▸ RECORDS SHOWN
══════════

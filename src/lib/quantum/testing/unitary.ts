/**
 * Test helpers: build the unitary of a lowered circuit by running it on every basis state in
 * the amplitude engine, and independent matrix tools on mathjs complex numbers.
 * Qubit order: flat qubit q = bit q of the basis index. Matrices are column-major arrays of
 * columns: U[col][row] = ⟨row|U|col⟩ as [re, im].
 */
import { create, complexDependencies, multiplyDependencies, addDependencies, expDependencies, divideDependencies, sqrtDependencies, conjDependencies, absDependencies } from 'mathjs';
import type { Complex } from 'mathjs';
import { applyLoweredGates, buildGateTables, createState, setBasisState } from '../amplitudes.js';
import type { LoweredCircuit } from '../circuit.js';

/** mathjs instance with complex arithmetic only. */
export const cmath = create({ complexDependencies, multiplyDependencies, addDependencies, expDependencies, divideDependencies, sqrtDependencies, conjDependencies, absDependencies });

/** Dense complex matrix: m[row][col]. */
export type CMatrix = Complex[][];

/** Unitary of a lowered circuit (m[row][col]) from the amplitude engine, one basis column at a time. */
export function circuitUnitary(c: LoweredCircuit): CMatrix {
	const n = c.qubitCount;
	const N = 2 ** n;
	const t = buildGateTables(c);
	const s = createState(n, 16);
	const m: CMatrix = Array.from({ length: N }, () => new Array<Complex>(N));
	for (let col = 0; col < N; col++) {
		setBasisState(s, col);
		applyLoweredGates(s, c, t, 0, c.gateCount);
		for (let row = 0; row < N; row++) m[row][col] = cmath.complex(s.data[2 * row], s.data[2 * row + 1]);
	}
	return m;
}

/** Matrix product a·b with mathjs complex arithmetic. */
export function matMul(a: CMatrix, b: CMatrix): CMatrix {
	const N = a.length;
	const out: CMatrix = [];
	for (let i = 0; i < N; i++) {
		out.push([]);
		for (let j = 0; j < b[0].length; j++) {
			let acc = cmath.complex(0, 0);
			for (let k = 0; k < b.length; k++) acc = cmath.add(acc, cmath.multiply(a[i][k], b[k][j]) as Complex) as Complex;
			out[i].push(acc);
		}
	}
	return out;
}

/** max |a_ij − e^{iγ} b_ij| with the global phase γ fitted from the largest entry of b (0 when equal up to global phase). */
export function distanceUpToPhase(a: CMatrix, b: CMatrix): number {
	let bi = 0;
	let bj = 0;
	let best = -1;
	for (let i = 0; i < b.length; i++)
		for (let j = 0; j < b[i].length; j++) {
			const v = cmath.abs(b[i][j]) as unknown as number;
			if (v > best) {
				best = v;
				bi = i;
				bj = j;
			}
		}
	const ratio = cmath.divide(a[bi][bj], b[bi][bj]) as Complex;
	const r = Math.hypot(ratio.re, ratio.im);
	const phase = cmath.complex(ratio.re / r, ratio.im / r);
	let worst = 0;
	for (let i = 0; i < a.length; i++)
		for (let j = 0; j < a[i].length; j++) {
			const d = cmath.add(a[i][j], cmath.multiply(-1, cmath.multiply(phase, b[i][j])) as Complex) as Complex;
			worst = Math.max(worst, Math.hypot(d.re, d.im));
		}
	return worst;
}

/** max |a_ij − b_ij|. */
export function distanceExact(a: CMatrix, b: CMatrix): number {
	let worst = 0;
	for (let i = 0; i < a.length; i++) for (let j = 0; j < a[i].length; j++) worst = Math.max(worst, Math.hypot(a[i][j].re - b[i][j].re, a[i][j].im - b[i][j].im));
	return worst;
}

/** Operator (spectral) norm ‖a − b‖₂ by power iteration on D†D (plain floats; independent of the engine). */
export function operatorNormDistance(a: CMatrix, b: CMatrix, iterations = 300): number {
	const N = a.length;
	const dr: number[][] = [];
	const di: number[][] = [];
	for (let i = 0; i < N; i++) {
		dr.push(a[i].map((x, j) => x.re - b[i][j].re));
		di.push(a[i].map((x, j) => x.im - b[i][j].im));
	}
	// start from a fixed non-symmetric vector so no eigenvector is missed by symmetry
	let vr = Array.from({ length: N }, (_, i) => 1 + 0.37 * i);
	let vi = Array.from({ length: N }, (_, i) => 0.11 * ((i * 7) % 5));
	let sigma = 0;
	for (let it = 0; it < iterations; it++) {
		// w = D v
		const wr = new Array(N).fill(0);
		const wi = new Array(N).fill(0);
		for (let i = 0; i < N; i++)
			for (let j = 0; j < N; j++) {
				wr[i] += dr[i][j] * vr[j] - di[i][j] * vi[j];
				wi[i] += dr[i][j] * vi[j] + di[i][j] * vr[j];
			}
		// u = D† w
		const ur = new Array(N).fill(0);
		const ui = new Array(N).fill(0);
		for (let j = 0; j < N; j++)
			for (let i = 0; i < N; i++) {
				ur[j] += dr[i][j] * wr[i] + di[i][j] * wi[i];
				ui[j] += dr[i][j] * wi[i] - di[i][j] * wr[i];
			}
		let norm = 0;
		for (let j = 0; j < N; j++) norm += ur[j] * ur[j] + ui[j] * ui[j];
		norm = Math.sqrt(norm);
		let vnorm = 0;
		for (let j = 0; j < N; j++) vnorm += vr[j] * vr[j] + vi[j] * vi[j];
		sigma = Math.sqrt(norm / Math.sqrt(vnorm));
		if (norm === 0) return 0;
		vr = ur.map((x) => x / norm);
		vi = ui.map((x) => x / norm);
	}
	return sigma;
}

══════════

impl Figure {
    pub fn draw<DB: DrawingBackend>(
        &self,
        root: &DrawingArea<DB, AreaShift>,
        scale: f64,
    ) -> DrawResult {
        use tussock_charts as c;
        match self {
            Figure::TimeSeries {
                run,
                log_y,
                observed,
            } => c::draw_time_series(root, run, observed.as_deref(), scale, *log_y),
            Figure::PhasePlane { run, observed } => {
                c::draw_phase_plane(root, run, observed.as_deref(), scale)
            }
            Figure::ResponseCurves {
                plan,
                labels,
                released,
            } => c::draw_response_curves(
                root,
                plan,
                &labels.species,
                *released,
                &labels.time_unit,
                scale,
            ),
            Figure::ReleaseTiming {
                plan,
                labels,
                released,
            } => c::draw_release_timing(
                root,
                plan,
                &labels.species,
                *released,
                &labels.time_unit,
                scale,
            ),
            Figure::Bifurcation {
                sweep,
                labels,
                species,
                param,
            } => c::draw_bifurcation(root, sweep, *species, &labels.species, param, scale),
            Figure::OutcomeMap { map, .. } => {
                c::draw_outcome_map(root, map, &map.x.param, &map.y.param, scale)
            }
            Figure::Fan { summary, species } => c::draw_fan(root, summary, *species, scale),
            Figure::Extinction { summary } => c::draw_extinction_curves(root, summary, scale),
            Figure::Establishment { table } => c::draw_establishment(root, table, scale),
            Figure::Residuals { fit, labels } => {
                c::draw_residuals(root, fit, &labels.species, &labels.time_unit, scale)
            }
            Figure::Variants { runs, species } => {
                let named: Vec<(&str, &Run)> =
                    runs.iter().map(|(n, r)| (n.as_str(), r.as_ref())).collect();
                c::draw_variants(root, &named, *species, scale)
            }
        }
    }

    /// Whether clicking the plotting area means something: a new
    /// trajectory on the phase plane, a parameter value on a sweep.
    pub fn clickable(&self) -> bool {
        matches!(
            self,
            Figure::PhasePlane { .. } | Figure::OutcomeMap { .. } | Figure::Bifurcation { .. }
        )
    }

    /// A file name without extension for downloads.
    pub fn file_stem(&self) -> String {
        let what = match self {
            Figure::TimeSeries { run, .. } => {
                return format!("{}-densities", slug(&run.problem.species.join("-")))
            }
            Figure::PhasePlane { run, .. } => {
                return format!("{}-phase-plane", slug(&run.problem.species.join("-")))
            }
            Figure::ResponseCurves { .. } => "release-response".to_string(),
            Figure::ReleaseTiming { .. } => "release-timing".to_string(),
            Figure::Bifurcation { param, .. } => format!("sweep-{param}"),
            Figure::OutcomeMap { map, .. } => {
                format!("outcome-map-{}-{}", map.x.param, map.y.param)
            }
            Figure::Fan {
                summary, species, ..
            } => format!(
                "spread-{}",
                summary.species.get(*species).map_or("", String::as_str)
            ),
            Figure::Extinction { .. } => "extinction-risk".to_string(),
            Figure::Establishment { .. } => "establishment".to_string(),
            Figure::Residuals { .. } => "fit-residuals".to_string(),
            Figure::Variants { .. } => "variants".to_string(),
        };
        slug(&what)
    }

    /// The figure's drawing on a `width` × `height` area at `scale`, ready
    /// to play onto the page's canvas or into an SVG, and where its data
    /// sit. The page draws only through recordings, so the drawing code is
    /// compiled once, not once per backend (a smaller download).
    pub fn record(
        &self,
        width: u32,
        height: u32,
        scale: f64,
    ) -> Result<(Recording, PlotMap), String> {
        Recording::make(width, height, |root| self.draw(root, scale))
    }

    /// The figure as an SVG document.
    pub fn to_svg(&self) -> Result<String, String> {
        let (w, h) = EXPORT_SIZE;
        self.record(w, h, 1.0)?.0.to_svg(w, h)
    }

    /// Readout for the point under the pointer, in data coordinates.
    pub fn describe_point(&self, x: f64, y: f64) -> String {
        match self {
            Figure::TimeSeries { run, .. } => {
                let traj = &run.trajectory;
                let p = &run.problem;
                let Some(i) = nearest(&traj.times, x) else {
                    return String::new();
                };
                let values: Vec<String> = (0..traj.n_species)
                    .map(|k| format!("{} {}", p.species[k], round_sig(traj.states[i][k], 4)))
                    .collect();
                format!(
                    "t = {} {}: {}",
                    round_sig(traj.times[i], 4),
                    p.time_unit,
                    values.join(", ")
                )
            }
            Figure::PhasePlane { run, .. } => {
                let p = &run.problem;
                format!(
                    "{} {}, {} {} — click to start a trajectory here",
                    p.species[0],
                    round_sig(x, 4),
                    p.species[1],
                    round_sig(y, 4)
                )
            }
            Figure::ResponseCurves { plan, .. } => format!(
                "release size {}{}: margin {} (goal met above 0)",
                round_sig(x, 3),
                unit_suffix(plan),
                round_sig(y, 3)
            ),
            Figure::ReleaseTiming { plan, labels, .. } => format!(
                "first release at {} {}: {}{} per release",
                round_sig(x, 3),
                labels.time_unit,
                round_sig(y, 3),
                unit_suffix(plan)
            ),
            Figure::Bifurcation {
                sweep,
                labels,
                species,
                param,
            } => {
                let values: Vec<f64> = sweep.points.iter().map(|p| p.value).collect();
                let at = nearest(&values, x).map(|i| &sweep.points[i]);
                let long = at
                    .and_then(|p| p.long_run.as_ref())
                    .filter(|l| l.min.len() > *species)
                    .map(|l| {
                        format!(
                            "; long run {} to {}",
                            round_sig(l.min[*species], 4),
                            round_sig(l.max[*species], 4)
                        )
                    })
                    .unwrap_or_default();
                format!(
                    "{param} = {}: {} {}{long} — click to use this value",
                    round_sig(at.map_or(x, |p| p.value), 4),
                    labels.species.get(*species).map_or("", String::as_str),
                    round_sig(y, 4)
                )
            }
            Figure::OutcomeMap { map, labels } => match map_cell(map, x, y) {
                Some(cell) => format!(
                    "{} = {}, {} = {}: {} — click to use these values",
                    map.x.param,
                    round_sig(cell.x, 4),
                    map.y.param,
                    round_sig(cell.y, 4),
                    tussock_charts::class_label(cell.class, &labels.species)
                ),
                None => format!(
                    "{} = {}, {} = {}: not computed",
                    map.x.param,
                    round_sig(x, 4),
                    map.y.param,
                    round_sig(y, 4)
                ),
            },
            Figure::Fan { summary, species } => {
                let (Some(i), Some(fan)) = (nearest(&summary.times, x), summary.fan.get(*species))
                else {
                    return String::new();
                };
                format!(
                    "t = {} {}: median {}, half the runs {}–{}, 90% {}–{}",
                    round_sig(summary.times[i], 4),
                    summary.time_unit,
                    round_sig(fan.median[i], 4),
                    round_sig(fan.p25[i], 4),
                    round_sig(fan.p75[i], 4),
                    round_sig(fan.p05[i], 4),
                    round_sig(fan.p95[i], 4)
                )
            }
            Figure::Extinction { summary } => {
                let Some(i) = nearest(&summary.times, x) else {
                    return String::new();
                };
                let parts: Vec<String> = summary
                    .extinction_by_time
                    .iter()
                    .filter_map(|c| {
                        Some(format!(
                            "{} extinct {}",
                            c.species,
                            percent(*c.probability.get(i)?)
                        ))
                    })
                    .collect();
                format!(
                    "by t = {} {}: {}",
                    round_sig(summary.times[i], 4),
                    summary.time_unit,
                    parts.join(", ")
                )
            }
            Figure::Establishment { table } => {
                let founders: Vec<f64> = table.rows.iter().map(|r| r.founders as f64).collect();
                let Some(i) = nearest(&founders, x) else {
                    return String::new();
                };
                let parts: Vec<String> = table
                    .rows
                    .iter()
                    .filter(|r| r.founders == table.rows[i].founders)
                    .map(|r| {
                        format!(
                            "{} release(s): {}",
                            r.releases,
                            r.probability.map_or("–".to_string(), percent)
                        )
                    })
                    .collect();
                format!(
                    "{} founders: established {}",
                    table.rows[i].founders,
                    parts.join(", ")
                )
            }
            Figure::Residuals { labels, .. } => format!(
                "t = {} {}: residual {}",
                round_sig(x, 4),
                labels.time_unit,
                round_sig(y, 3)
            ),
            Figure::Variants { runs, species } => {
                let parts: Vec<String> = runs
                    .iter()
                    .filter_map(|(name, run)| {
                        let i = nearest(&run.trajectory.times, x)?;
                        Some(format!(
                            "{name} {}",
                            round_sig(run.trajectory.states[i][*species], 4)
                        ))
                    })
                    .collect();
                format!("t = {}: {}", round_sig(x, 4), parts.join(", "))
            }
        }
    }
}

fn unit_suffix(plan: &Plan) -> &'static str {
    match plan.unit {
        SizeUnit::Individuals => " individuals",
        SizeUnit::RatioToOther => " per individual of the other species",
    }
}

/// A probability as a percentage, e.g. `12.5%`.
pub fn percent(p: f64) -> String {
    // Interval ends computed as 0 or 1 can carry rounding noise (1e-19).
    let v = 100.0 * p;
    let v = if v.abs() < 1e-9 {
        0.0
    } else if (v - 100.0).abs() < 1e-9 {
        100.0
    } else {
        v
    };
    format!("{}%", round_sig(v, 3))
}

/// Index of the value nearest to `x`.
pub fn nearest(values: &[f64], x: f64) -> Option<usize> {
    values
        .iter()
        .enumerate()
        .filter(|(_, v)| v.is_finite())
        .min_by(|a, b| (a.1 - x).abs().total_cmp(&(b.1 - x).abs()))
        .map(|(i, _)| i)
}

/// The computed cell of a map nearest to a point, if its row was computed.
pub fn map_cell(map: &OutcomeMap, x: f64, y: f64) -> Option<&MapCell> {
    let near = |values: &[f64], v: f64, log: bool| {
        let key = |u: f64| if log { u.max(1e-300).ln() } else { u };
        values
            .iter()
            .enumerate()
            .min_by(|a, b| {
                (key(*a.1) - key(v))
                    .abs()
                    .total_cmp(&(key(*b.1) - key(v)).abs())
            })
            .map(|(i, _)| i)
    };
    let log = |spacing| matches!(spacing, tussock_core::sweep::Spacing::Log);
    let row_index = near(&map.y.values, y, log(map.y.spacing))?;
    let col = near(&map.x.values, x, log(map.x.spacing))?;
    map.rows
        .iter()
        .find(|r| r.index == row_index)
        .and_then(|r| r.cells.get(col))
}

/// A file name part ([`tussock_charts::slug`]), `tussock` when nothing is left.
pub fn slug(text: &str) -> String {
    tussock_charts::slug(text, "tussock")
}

══════════

▸ WORK REQUEST
Among the lines above, please find those with "independent" and copy them.

▸ SOLVED PROBLEM
 * the amplitude engine, and independent matrix tools on mathjs complex numbers.
/** Operator (spectral) norm ‖a − b‖₂ by power iteration on D†D (plain floats; independent of the engine). */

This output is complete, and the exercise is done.